This is a planning / work breakdown page for driving the development of a well defined efficient data serialization format for VSS data.
Background:
- VISS v2 has a comprehensive feature set, and therefore also defines a JSON message transfer format that is full featured.
- JSON is the default and popular way to encode data in many web (and other) environments. Whenever JSON is applicable then reusing the VISS definition is recommended.
- JSON is however text-based and somewhat verbose. Memory and bandwidth efficiency is important in certain situations.
- Unlike VISS, many other protocols do not define the payload format. These require reuse of a defined format.
- Reuse VISS message definition in JSON
- ...or a new data serialization format.
- VISS v2 development have occasionally also discussed adding an alternative or "compressed" format in addition to VISS. The analysis/development here might potentially influence also that -> leading to a VISS+binary encoding variation
- Either way, there is a clear driver towards developing a common standard, and supporting tools, for serializing VSS data.

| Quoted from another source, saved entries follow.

"""Independent sources: DC, AC and a time function in any order; without DC the function's value at t = 0 counts."""

from __future__ import annotations

import math
from collections.abc import Callable, Sequence

from msgspec import Struct

from tauledger.circuit import fold
from tauledger.netlist.diagnostics import Site
from tauledger.netlist.elements import multiplicity, parted_number
from tauledger.netlist.formulas import Formula
from tauledger.netlist.items import Function, Group, Item, Setting, Value, Word, flattened
from tauledger.netlist.letters import SOURCES, TIME_FUNCTIONS
from tauledger.netlist.numbers import read_number
from tauledger.netlist.scopes import Scope, find, number_of

REFUSED_WORDS = frozenset({"external", "portnum", "z0"})
WITH_LIST = TIME_FUNCTIONS | {"dc", "ac", "distof1", "distof2"}
SHAPE = "V1 n+ n- DC value AC magnitude phase"


class SourceCard(Struct, frozen=True):
    """V or I: nodes, DC value in V or A, AC magnitude and phase in degrees (magnitude None without AC), and m."""

    nodes: tuple[Word, Word]
    dc: float
    ac_magnitude: float | None
    ac_phase: float
    m: float


def source(site: Site, items: tuple[Item, ...], letter: str, scope: Scope) -> SourceCard:
    """Read a V or I card; raises NetlistError at what has no meaning there."""
    flat = _opened(items[1:])
    places = [item for item in flat[:2] if isinstance(item, Word)]
    if len(places) < 2:
        raise site.fault(
            len(site.card.text) if len(flat) < 2 else flat[1], f"a {SOURCES[letter]} has two nodes", f"write {SHAPE}"
        )
    dc: float | None = None
    at_start: float | None = None
    ac: tuple[float, float] | None = None
    m = 1.0
    rest = flat[2:]
    while rest:
        item = rest[0]
        word = _keyword(item)
        if word == "dc":
            if dc is not None:
                raise site.fault(item, "the DC value is given twice")
            values, rest = _values(rest, 1, scope)
            if not values:
                raise site.fault(item, "the DC value is missing", f"write {SHAPE}")
            dc = number_of(site, values[0], scope)
        elif word == "ac":
            if ac is not None:
                raise site.fault(item, "the AC value is given twice")
            values, rest = _values(rest, 2, scope)
            numbers = [number_of(site, value, scope) for value in values]
            ac = (numbers[0] if numbers else 1.0, numbers[1] if len(numbers) > 1 else 0.0)
        elif word in TIME_FUNCTIONS and at_start is None and isinstance(item, Word):
            values, rest = _values(rest, len(rest), scope)
            at_start = _at_start(site, item, word, [number_of(site, value, scope) for value in values])
        elif word in ("distof1", "distof2"):
            _, rest = _values(rest, 2, scope)
        elif word == "m" and letter == "I" and isinstance(item, Setting):
            m, rest = multiplicity(site, item, scope), rest[1:]
        elif word in ("r", "td") and isinstance(item, Setting) and at_start is not None:
            # Repetition and delay of a piecewise linear function do not touch its value at t = 0.
            rest = rest[1:]
        elif (
            len(rest) == len(flat) - 2 and not isinstance(item, Group | Setting | Function) and _is_number(item, scope)
        ):
            dc, rest = number_of(site, item, scope), rest[1:]
        else:
            raise _unexpected(site, flat[len(flat) - len(rest) - 1], item, word, letter)
    magnitude, phase = ac if ac is not None else (None, 0.0)
    if dc is None and at_start is not None and math.isnan(at_start):
        raise site.fault(flat[2], "the value at t = 0 is drawn at random", f"write {SHAPE}")
    value = dc if dc is not None else at_start if at_start is not None else 0.0
    return SourceCard((places[0], places[1]), value, magnitude, phase, m)


def _opened(items: Sequence[Item]) -> list[Item]:
    """Take parentheses off, but leave the argument list behind a keyword together."""
    flat: list[Item] = []
    for item in items:
        if not isinstance(item, Group) or (len(flat) >= 2 and _keyword(flat[-1]) in WITH_LIST):
            flat.append(item)
        else:
            flat.extend(_opened(item.items))
    return flat


def _keyword(item: Item) -> str:
    if isinstance(item, Word):
        return fold(item.text)
    return fold(item.name.text) if isinstance(item, Setting) else ""


def _is_number(item: Item, scope: Scope) -> bool:
    if isinstance(item, Word):
        return read_number(item.text) is not None or find(scope, fold(item.text)) is not None
    return isinstance(item, Formula)


def _values(rest: list[Item], most: int, scope: Scope) -> tuple[list[Value], list[Item]]:
    """Take up to `most` values behind a keyword, or all of a parenthesis; give them and what is left."""
    values: list[Value] = []
    keyword, rest = rest[0], rest[1:]
    if isinstance(keyword, Setting):
        values.append(keyword.value)
    elif rest and isinstance(rest[0], Group):
        inside = [item for item in flattened(rest[0].items) if not isinstance(item, Setting)]
        return inside, rest[1:]
    while (
        rest
        and len(values) < most
        and not isinstance(rest[0], Group | Setting | Function)
        and _is_number(rest[0], scope)
    ):
        values.append(rest[0])
        rest = rest[1:]
    return values, rest


def _unexpected(site: Site, before: Item, item: Item, word: str, letter: str) -> Exception:
    last = before.value if isinstance(before, Setting) else before
    if (parted := parted_number(site, last, item)) is not None:
        return parted
    if word in REFUSED_WORDS:
        return site.fault(item, f"{word} is not supported by this version", f"write {SHAPE}")
    if word in TIME_FUNCTIONS:
        return site.fault(item, "a source has one time function")
    if isinstance(item, Word) and read_number(item.text) is not None:
        return site.fault(item, "this number has no meaning here", f"write {SHAPE}")
    return site.fault(item, f"this has no meaning on a {SOURCES[letter]}", f"write {SHAPE}")


def _at_start(site: Site, item: Word, word: str, numbers: list[float]) -> float:
    """Give a time function's value at t = 0, as the operating point takes it."""
    function, least = _START[word]
    if len(numbers) < least:
        raise site.fault(item, f"{item.text} needs at least {least} numbers, not {len(numbers)}")
    if word == "pwl" and len(numbers) % 2:
        raise site.fault(item, f"{item.text} needs pairs of time and value", "write PWL(0 0 1u 5)")
    if any(numbers[place] < 0.0 for place in _DELAYS.get(word, ()) if place < len(numbers)):
        hint = "leave the delay out, or write the operating point as DC value and take the function out"
        raise site.fault(item, "a negative delay is not supported by this version", hint)
    return function(numbers)


def _sine(numbers: list[float]) -> float:
    phase = numbers[5] if len(numbers) > 5 else 0.0
    return numbers[0] + numbers[1] * math.sin(math.radians(phase))


def _piecewise(numbers: list[float]) -> float:
    """Interpolate between (time, value) pairs at t = 0; before the first and behind the last pair their value holds."""
    times, values = numbers[0::2], numbers[1::2]
    if times[0] >= 0.0:
        return values[0]
    for k in range(1, len(values)):
        if times[k] >= 0.0:
            span = times[k] - times[k - 1]
            return values[k] if span <= 0.0 else values[k - 1] - times[k - 1] * (values[k] - values[k - 1]) / span
    return values[-1]


def _modulated_frequency(numbers: list[float]) -> float:
    carrier = numbers[5] if len(numbers) > 5 else 0.0
    signal = numbers[6] if len(numbers) > 6 else 0.0
    return numbers[0] + numbers[1] * math.sin(math.radians(carrier) + numbers[3] * math.sin(math.radians(signal)))


_START: dict[str, tuple[Callable[[list[float]], float], int]] = {
    "pulse": (lambda numbers: numbers[0], 2),
    "exp": (lambda numbers: numbers[0], 2),
    "sin": (_sine, 2),
    "sine": (_sine, 2),
    "pwl": (_piecewise, 2),
    "sffm": (_modulated_frequency, 5),
    "trnoise": (lambda _numbers: 0.0, 2),
    "trrandom": (lambda _numbers: math.nan, 2),
    "am": (lambda _numbers: 0.0, 3),
}

# Where the delays stand in the argument list; with a negative one the function has begun before t = 0.
_DELAYS = {"pulse": (2,), "exp": (2, 4), "sin": (3,), "sine": (3,)}
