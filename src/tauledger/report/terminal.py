"""The review as text for a reviewer with two minutes: the largest thing first, at most 80 columns.

Sections are data (summary, upper, steps, lower, poles, reasons); layout.py turns them into lines; colour comes last,
through rich, and only where it is asked for. Without colour the text is the same, character for character.
"""

from __future__ import annotations

from collections.abc import Sequence

from tauledger.record import NodeRow, Review
from tauledger.report import helps, large_signal, lower, poles, reasons, steps, summary, upper
from tauledger.report.layout import CAUTION, HEADING, STRONG, WARNING, Line, Section, lay_out
from tauledger.report.shown import unity_shown
from tauledger.report.working import workings

_PAGE = 60
_STYLES = {HEADING: "bold cyan", STRONG: "bold", WARNING: "bold red", CAUTION: "yellow", "": ""}


def render(
    review: Review,
    *,
    color: bool,
    unicode: bool,
    width: int = 80,
    verbose: bool = False,
    working: Sequence[NodeRow] = (),
) -> str:
    """Give the report as lines of text, each with its line end.

    color: with terminal colours. unicode: with µ, Ω, π, τ, ‖; else u, ohm, pi, tau, ||.
    verbose: every node, part, pole and zero, and the working of each node. working: nodes whose working is wanted
    beside the page.
    """
    sections = (
        reasons.warning(review),
        summary.headline(review),
        summary.band(review),
        *_asked_of_the_response(review, verbose=verbose),
        *_wanted(review),
        *_changed(review),
        summary.operating_points(review, verbose=verbose),
        *_brought_along(review),
        reasons.causes(review, verbose=verbose),
        *_loops(review),
        upper.upper_budget(review, verbose=verbose),
        steps.steps(review, "f_high"),
        steps.methods_table(review, "f_high") if verbose else Section(()),
        upper.upper_shares(review, verbose=verbose),
        *_who_makes_it(review, verbose=verbose),
        helps.what_would_help(review) if verbose else Section(()),
        lower.lower_edge(review, verbose=verbose),
        steps.steps(review, "f_low") if verbose else Section(()),
        steps.methods_table(review, "f_low") if verbose else Section(()),
        poles.poles_and_zeros(review, verbose=verbose),
        *_unity_budget(review),
        large_signal.large_signal(review, verbose=verbose),
        *_drives_and_outputs(review),
        *(workings(review, [node]) for node in working if not verbose),
        *(_read_past(review) if verbose else ()),
        reasons.closing(review),
    )
    lines = lay_out(sections, width=width, unicode=unicode, page=_PAGE)
    return _painted(lines) if color else "".join(f"{line.text}\n" for line in lines)


# What few reviews have is imported where there is any: most pages are printed without.


def _asked_of_the_response(review: Review, *, verbose: bool) -> tuple[Section, ...]:
    """Give unity gain where it is what the amplifier is about, and gain and phase at single frequencies."""
    without = review.f_unity is not None and bool(review.f_unity.none)
    if not unity_shown(review) and not review.at and not without:
        return ()
    from tauledger.report import at, unity

    return unity.unity_gain(review), at.gain_and_phase(review, verbose=verbose)


def _changed(review: Review) -> tuple[Section, ...]:
    if not review.settings and not review.added:
        return ()
    from tauledger.report import changed

    return (changed.changed(review),)


def _brought_along(review: Review) -> tuple[Section, ...]:
    """Give the reader's own page of figures, and their measured curve."""
    if not review.paper and review.curve is None:
        return ()
    from tauledger.report import curve, paper

    return paper.own_page(review), curve.measured_curve(review)


def _who_makes_it(review: Review, *, verbose: bool) -> tuple[Section, ...]:
    """Give who sets unity gain, and who makes the peaking."""
    if not unity_shown(review) and not review.peaking:
        return ()
    from tauledger.report import at, unity

    return unity.who_sets(review, verbose=verbose), at.peaking(review, verbose=verbose)


def _read_past(review: Review) -> tuple[Section, ...]:
    from tauledger.report import changed

    return (changed.read_past(review),)


def _loops(review: Review) -> tuple[Section, ...]:
    if not review.loops:
        return ()
    from tauledger.report import loop

    return (loop.loops(review),)


def _unity_budget(review: Review) -> tuple[Section, ...]:
    if review.phase_budget is None:
        return ()
    from tauledger.report import phase

    return (phase.phase_used(review),)


def _wanted(review: Review) -> tuple[Section, ...]:
    if not review.wants:
        return ()
    from tauledger.report import wants

    return (wants.what_it_takes(review),)


def _drives_and_outputs(review: Review) -> tuple[Section, ...]:
    """Give modes, further outputs and impedances, which few reviews have."""
    if not (review.modes or review.outputs or review.impedances):
        return ()
    from tauledger.report import impedances, modes

    return modes.modes(review), modes.further_outputs(review), impedances.impedances(review)


def _painted(lines: Sequence[Line]) -> str:
    from io import StringIO

    from rich.console import Console
    from rich.text import Text

    page = StringIO()
    widest = max(len(line.text) for line in lines) + 1
    console = Console(
        file=page, force_terminal=True, color_system="standard", width=2 * widest, legacy_windows=False, no_color=False
    )
    for line in lines:
        console.print(Text(line.text, style=_STYLES[line.style]), soft_wrap=True)
    return page.getvalue()
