def _what_sets_the_lower_edge(review: Review) -> str:
    if review.f_low is None or not review.f_low.exact_hz:
        return ""
    groups = in_parallel([part for part in review.parts if part.share.f_low is not None and part.edge_hz is not None])
    if not groups:
        return ""

    def taken(group: list[PartRow]) -> float:
        return math.fsum(part.share.f_low or 0.0 for part in group)

    group = max(groups, key=taken)
    part = group[0]
    names = " ‖ ".join(part_title(one.name, one.owner) for one in group)
    value = nominal(math.fsum(one.value for one in group), part_unit(part.kind))
    ohm = part.resistance_exact_ohm if part.resistance_hand_ohm is None else part.resistance_hand_ohm
    zero = "" if not part.zero_hz else f", with a zero at {number(part.zero_hz, 'Hz')}"
    text = (
        f"{names}, {value}{ends(part, ' from ')}, has a share of {fraction(taken(group))}: with R {number(ohm, 'Ω')} "
        f"its edge alone is {number(part.edge_hz, 'Hz')}{zero}."
    )
    best = next((e for e in review.estimates if e.edge == "f_low" and e.recommended), None)
    if best is not None and best.hz is not None and best.difference is not None:
        gives = f"{number(best.hz, 'Hz')}, {move(best.difference)}"
        text += f" The method to use here, {method_title(best.method, best.edge)}, gives {gives}."
    return text


def _does_paper_agree(review: Review) -> str:
    if review.f_high is None or review.f_high.hand_hz is None:
        return ""
    against = "simulation" if review.f_high.simulated_hz is not None else "exact value"
    alone = f"{number(review.f_high.hand_hz, 'Hz')}, {move(review.f_high.difference)} against the {against}"
    text = f"By hand, the slowest node alone gives {alone}"
    summed = next((e for e in review.estimates if e.edge == "f_high" and e.method == "sum of time constants"), None)
    if summed is not None and summed.hz is not None and summed.difference is not None:
        text += f"; the sum of the exact time constants gives {number(summed.hz, 'Hz')}, {move(summed.difference)}"
    best = next((e for e in review.estimates if e.edge == "f_high" and e.recommended), None)
    if best is not None and best.method != "sum of time constants" and best.difference is not None:
        text += f"; the method to use here, {method_title(best.method, best.edge)}, {move(best.difference)}"
    text += "."
    for loop in review.loops:
        if loop.found:
            from tauledger.report.tables.loop import around_the_loop

            text = f"{around_the_loop(loop)} {text}".lstrip()
    differ = (cause for cause in review.causes if not cause.on_paper)
    cause = next((cause for cause in differ if EDGE.get(cause.quantity, cause.quantity) == "f_H"), None)
    if cause is not None:
        text += f" Largest cause ({move(cause.effect)}): {plain(cause.says, review)}."
    return text


def _what_helps(review: Review) -> str:
    exact = review.f_high.exact_hz if review.f_high else None
    if not exact:
        return ""
    if review.helps:
        return _what_helps_most(review, exact)
    titles = part_titles(review.parts)

    def gain(part: PartRow) -> float:
        less = part.ten_percent_less.f_high_hz
        return less / exact - 1.0 if less is not None else -math.inf

    ordered = sorted(review.parts, key=lambda part: -gain(part))
    best = next(iter(ordered), None)
    if best is None or gain(best) <= 0.0:
        return ""
    text = (
        f"10 % less {titles[best.name]} raises f_H by {fraction(gain(best))} to "
        f"{number(best.ten_percent_less.f_high_hz, 'Hz')} (recomputed)."
    )
    card = next((part for part in ordered if part.owner == part.name), None)
    if card is not None and card is not best and gain(card) > 0.0:
        text += f" Of the parts on the board it is {titles[card.name]}: {move(gain(card))}."
    return text
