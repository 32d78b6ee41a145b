"""From paper to simulation: the estimate after each step with the reason, and the classical methods beside it."""

from __future__ import annotations

import math
from dataclasses import dataclass

from tauledger.record import Review
from tauledger.report.layout import HEADING, Block, Prose, Section
from tauledger.report.wording import EDGE, move, number, retitled

_STEP_SHOWN = 0.005
_REST_SHOWN = 0.0005
_NOT_BY_HAND = ("all poles", "exact")


@dataclass(frozen=True, slots=True)
class _Told:
    """One step as it is printed: frequency, move in per cent, reason."""

    hertz: str
    change: str
    why: str


def steps(review: Review, edge: str) -> Section:
    """Give the way from paper to simulation for one edge ("f_high", "f_low"), and the methods beside it."""
    told = _steps(review, edge)
    blocks: list[Block] = []
    if told:
        blocks.append(Prose(f"FROM PAPER TO SIMULATION, {EDGE[edge]}", style=HEADING))
        left, middle = max(len(step.hertz) for step in told), max(len(step.change) for step in told)
        blocks.extend(
            Prose(retitled(step.why, review.parts), lead=f"  {step.hertz:>{left}}  {step.change:>{middle}}  ")
            for step in told
        )
    beside = methods(review, edge)
    if beside:
        blocks.append(Prose(beside, lead="  beside it: "))
    return Section(tuple(blocks))


def steps_in_line(review: Review, edge: str) -> list[Block]:
    """Give the same way as running text."""
    told = _steps(review, edge)
    if not told:
        return []
    text = "; ".join(f"{step.hertz}{f' ({step.change})' if step.change else ''} {step.why}" for step in told)
    return [Prose(retitled(text, review.parts), lead="  ")]


def methods(review: Review, edge: str) -> str:
    """Give the error of every classical method whose number no step has shown."""
    shown = {step.hz for step in review.steps if step.edge == edge}
    return ", ".join(
        f"{estimate.method} {move(estimate.difference)}{' (recommended)' if estimate.recommended else ''}"
        for estimate in review.estimates
        if estimate.edge == edge
        and estimate.difference is not None
        and estimate.method not in _NOT_BY_HAND
        and (estimate.recommended or estimate.hz not in shown)
    )


def _steps(review: Review, edge: str) -> list[_Told]:
    """Tell the first step, then what moves by more than 0.5 %; what the smaller ones add up to, with the last line."""
    facts = review.f_high if edge == "f_high" else review.f_low
    way = [step for step in review.steps if step.edge == edge and step.hz is not None]
    if not way or facts is None:
        return []
    told: list[_Told] = []
    rest = 1.0
    for step in way:
        if not told:
            told.append(_Told(number(step.hz, "Hz"), "", step.why))
        elif step.factor is not None and abs(step.factor - 1.0) > _STEP_SHOWN:
            told.append(_Told(number(step.hz, "Hz"), move(step.factor - 1.0), step.why))
        else:
            rest *= step.factor or 1.0
    last = way[-1].hz or math.nan
    end = last if facts.simulated_hz is None else facts.simulated_hz
    what = "exact" if facts.simulated_hz is None else "simulated"
    rest *= end / last
    why = f"{what}; the steps not shown make {move(rest - 1.0)}" if abs(rest - 1.0) > _REST_SHOWN else what
    told.append(_Told(number(end, "Hz"), "", why))
    return told
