def _drivers(k: int, scene: _Scene) -> tuple[_Driver, ...]:
    """Give the transistors that move a row: by the collector, or by the emitter where the base carries signal."""
    found: list[tuple[float, _Driver]] = []
    for device in scene.ending.get(k, ()):
        cell = device.cell
        assert cell is not None
        by_output, by_common = scene.at.get(cell.output) == k, scene.at.get(cell.common) == k
        diode = by_output and scene.at.get(cell.control) == k
        if by_output == by_common or diode or device.name not in scene.active:
            continue
        if not scene.standing.get(device.name):
            continue
        control, common = abs(scene.moving[cell.control]), abs(scene.moving[cell.common])
        if by_common and control < LEADS * common:
            continue
        pull_a = _signal_a(cell, scene.moving) if by_output else cell.gm * control
        signal_a = _signal_a(cell, scene.voltage)
        found.append(
            (pull_a, _Driver(device.name, device.kind, cell, scene.standing[device.name], signal_a, by_common))
        )
    largest, in_band = max((pull for pull, _ in found), default=0.0), max((d.signal_a for _, d in found), default=0.0)
    return tuple(
        driver for pull, driver in found if pull and pull >= DRIVES * largest and driver.signal_a >= REACHED * in_band
    )


def _signal_a(cell: Transconductor, voltage: Mapping[str, complex]) -> float:
    common = voltage[cell.common]
    return abs(cell.gm * (voltage[cell.control] - common) + cell.g_mb * (voltage[cell.body or GROUND] - common))
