"""Elements that others depend on: each must exist and be of the right kind; its name comes back as first written."""

from __future__ import annotations

import math
from collections.abc import Mapping

from msgspec.structs import replace

from tauledger.circuit import Apply, Current, Element, Formula, ReadingNote, fold
from tauledger.errors import Diagnostic
from tauledger.netlist.diagnostics import Site, nearest, visible
from tauledger.netlist.draft import Draft, inductors
from tauledger.netlist.netlist import Netlist

# What F, H, W and i() measure: the elements with a branch current of their own.
MEASURED = frozenset("VEHL")


def check_references(netlist: Netlist, draft: Draft, faults: list[Diagnostic]) -> None:
    """Replace each reference by the name of the element it means; a fault is added for one that means none."""
    coils = {fold(name): name for name, _, _ in inductors(draft)}
    formulas = [element for element in draft.elements if element.letter == "L" and element.formula is not None]
    coils |= {fold(e.name): e.name for e in draft.elements if e.letter == "L" and e not in formulas}
    sources = {fold(element.name): element.name for element in draft.elements if element.letter == "V"}
    measured = {fold(e.name): e.name for e in draft.elements if e.letter in MEASURED and e not in formulas} | coils
    for k, element in enumerate(draft.elements):
        if not element.references and element.formula is None:
            continue
        known, words = (coils, "inductor") if element.letter == "K" else (sources, "voltage source")
        resolved: list[str] = []
        for name in element.references:
            _resolve(netlist, draft, element, name, known, words, resolved, faults)
        formula = None if element.formula is None else _renamed(element.formula, measured, element.path)
        for name in _currents(formula):
            _resolve(netlist, draft, element, name, measured, "element with a current", [], faults)
        if len(resolved) == len(element.references):
            draft.elements[k] = replace(element, references=tuple(resolved), formula=formula)


def coupling_notes(netlist: Netlist, draft: Draft) -> list[ReadingNote]:
    """Say of each coupling between inductors with m which coupling ngspice has: its M is of the inductors without m."""
    notes = []
    for element in draft.elements:
        divided = math.prod(draft.divided.get(fold(name), 1.0) for name in element.references)
        if element.letter != "K" or divided == 1.0:
            continue
        coupling = element.parameter("coupling", 0.0)
        says = (
            f"{element.name} couples {' and '.join(element.references)}, their m worked in, with {coupling:g}; ngspice "
            f"takes the mutual inductance of both without m, a coupling of {coupling * math.sqrt(divided):.4g}"
        )
        site = Site(netlist.files, netlist.cards[element.card])
        notes.append(ReadingNote(site.where, says))
    return notes


def _resolve(
    netlist: Netlist,
    draft: Draft,
    element: Element,
    name: str,
    known: Mapping[str, str],
    words: str,
    resolved: list[str],
    faults: list[Diagnostic],
) -> None:
    found = _found(name, known, element.path)
    if found is not None:
        resolved.append(found)
        return
    site = Site(netlist.files, netlist.cards[element.card], draft.contexts[element.path])
    prefix = draft.instances[element.path].name
    local = name[len(prefix) + 1 :] if prefix else name
    beside = [other[len(prefix) + 1 :] if prefix else other for other in known.values() if other.startswith(prefix)]
    at = _at(site.card.text, local)
    message = f"no {words} is called {visible(local)!r}"
    hint = nearest(local, beside, otherwise="it must stand in the same subcircuit")
    faults.extend(site.fault(at, message, hint, wide=len(local)).diagnostics)


def _at(text: str, name: str) -> int:
    """Find a name on its card, behind the element's own name."""
    head = len(text.split(maxsplit=1)[0])
    found = text.lower().find(name.lower(), head)
    return 0 if found < 0 else found


def _found(name: str, known: Mapping[str, str], path: int) -> str | None:
    """Give an element by its flat name; from the netlist itself one inside an instance is v.x1.v1 as well."""
    found = known.get(fold(name))
    if found is None and path == 0 and name[1:2] == ".":
        return known.get(fold(name[2:]))
    return found


def _renamed(formula: Formula, names: Mapping[str, str], path: int) -> Formula:
    match formula:
        case Current(source=source):
            return Current(_found(source, names, path) or source)
        case Apply(function=function, arguments=arguments):
            return Apply(function, tuple(_renamed(part, names, path) for part in arguments))
    return formula


def _currents(formula: Formula | None) -> list[str]:
    match formula:
        case Current(source=source):
            return [source]
        case Apply(arguments=arguments):
            return [name for part in arguments for name in _currents(part)]
    return []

- Since this is not a new problem, a definition is likely to leverage existing binary serialization formats and simply document the message definitions that are applicable for data following the VSS data model.
- Additional rationale/background could be found in: Data serialization / value formats
Initial design thoughts:
- To complement the JSON approach, this is aiming for a highly space efficient (binary) representation of data.
- It should likely reuse some framework to define the serialization. Protobuf and AVRO are two popular choices:
- GRPC is a popular choice of RPC framework, and that may influence in the direction of using protobuf also for data
- Protobuf is used in SENSORIS definitions
- AVRO is used in eSync Alliance and therefore a natural choice for our liaison / collaboration with eSync Alliance.
- AVRO is part of Apache technology stack, and thus fits well into Kafka, Spark, NiFi... that are also popular data processing technologies.
Proposal: We should develop VSS data message descriptions in both Protobuf and AVRO.
Please note the difference between:
- Describing a VSS-formatted catalog of data in a new format, e.g. VSS(YAML)→JSON conversion that exists in vss-tools, or the VSS(YAML) → Protobuf converter.
- Describing the payload format to transfer values that have been measured, for VSS-defined data items.
We are here talking about 2), not 1).
VSS has a limited set of data types (numbers represented as integers of different bit size, floating point types, strings, etc.) so the serialization format of the data itself is likely trivial. But since the scope of this work is to define useful payloads in protocol transfer, it includes more information than only the data value itself. Prominently, of course, value carrying messages almost always have a time stamp. Agreeing on and implementing the message format is required, even if leveraging encoding technologies built into protobuf, AVRO, and similar.
A full background and the suggested definition of several message types is here: Data serialization / value formats (please provide input/improvements there, so that it can be the blueprint for the development described on this page.)